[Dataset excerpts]
##############################

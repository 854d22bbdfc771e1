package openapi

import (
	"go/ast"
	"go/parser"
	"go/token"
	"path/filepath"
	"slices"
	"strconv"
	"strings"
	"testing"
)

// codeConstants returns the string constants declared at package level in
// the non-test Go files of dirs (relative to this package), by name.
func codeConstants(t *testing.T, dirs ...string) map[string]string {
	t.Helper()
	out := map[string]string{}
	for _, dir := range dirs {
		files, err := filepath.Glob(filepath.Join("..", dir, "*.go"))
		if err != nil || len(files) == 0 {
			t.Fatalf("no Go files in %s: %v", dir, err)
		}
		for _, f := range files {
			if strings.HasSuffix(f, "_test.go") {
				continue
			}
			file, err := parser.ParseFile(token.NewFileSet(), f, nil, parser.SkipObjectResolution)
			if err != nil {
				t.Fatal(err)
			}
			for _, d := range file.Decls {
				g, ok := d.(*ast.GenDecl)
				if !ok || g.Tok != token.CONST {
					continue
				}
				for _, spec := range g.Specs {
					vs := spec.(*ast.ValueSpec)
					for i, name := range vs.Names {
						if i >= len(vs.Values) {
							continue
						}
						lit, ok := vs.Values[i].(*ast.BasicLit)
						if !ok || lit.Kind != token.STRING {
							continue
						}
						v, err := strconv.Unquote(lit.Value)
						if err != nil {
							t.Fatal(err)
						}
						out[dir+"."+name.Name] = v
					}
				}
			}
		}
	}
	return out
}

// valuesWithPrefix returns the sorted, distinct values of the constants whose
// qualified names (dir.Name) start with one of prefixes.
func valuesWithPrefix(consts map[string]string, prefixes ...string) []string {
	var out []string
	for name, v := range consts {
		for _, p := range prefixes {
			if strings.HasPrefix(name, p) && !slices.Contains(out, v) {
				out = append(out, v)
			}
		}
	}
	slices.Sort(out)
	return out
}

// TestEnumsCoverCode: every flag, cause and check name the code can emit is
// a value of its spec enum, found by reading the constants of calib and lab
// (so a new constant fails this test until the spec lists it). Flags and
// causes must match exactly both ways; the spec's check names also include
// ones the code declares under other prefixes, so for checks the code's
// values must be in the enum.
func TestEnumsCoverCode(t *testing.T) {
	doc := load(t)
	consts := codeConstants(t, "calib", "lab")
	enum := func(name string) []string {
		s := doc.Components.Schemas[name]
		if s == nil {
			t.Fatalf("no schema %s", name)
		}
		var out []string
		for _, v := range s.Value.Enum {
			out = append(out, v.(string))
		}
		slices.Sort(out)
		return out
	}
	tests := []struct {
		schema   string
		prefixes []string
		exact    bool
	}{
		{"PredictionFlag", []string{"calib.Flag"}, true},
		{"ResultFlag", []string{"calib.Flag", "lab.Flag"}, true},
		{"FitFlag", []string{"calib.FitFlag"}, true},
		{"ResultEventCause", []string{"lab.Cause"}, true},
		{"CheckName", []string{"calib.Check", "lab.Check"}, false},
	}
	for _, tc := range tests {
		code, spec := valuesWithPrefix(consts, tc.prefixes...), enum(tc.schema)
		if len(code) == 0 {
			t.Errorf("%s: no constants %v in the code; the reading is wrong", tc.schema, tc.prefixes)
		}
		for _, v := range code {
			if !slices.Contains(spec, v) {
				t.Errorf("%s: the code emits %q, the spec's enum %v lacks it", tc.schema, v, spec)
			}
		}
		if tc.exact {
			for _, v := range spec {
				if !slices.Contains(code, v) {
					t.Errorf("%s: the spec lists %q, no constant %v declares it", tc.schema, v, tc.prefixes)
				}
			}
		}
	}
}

##############################

Action item =
The answer must restate all of the entries exactly.

Final answer =
repository 854d22bbdfc771e1
package openapi

import (
	"go/ast"
	"go/parser"
	"go/token"
	"path/filepath"
	"slices"
	"strconv"
	"strings"
	"testing"
)

// codeConstants returns the string constants declared at package level in
// the non-test Go files of dirs (relative to this package), by name.
func codeConstants(t *testing.T, dirs ...string) map[string]string {
	t.Helper()
	out := map[string]string{}
	for _, dir := range dirs {
		files, err := filepath.Glob(filepath.Join("..", dir, "*.go"))
		if err != nil || len(files) == 0 {
			t.Fatalf("no Go files in %s: %v", dir, err)
		}
		for _, f := range files {
			if strings.HasSuffix(f, "_test.go") {
				continue
			}
			file, err := parser.ParseFile(token.NewFileSet(), f, nil, parser.SkipObjectResolution)
			if err != nil {
				t.Fatal(err)
			}
			for _, d := range file.Decls {
				g, ok := d.(*ast.GenDecl)
				if !ok || g.Tok != token.CONST {
					continue
				}
				for _, spec := range g.Specs {
					vs := spec.(*ast.ValueSpec)
					for i, name := range vs.Names {
						if i >= len(vs.Values) {
							continue
						}
						lit, ok := vs.Values[i].(*ast.BasicLit)
						if !ok || lit.Kind != token.STRING {
							continue
						}
						v, err := strconv.Unquote(lit.Value)
						if err != nil {
							t.Fatal(err)
						}
						out[dir+"."+name.Name] = v
					}
				}
			}
		}
	}
	return out
}

// valuesWithPrefix returns the sorted, distinct values of the constants whose
// qualified names (dir.Name) start with one of prefixes.
func valuesWithPrefix(consts map[string]string, prefixes ...string) []string {
	var out []string
	for name, v := range consts {
		for _, p := range prefixes {
			if strings.HasPrefix(name, p) && !slices.Contains(out, v) {
				out = append(out, v)
			}
		}
	}
	slices.Sort(out)
	return out
}

// TestEnumsCoverCode: every flag, cause and check name the code can emit is
// a value of its spec enum, found by reading the constants of calib and lab
// (so a new constant fails this test until the spec lists it). Flags and
// causes must match exactly both ways; the spec's check names also include
// ones the code declares under other prefixes, so for checks the code's
// values must be in the enum.
func TestEnumsCoverCode(t *testing.T) {
	doc := load(t)
	consts := codeConstants(t, "calib", "lab")
	enum := func(name string) []string {
		s := doc.Components.Schemas[name]
		if s == nil {
			t.Fatalf("no schema %s", name)
		}
		var out []string
		for _, v := range s.Value.Enum {
			out = append(out, v.(string))
		}
		slices.Sort(out)
		return out
	}
	tests := []struct {
		schema   string
		prefixes []string
		exact    bool
	}{
		{"PredictionFlag", []string{"calib.Flag"}, true},
		{"ResultFlag", []string{"calib.Flag", "lab.Flag"}, true},
		{"FitFlag", []string{"calib.FitFlag"}, true},
		{"ResultEventCause", []string{"lab.Cause"}, true},
		{"CheckName", []string{"calib.Check", "lab.Check"}, false},
	}
	for _, tc := range tests {
		code, spec := valuesWithPrefix(consts, tc.prefixes...), enum(tc.schema)
		if len(code) == 0 {
			t.Errorf("%s: no constants %v in the code; the reading is wrong", tc.schema, tc.prefixes)
		}
		for _, v := range code {
			if !slices.Contains(spec, v) {
				t.Errorf("%s: the code emits %q, the spec's enum %v lacks it", tc.schema, v, spec)
			}
		}
		if tc.exact {
			for _, v := range spec {
				if !slices.Contains(code, v) {
					t.Errorf("%s: the spec lists %q, no constant %v declares it", tc.schema, v, tc.prefixes)
				}
			}
		}
	}
}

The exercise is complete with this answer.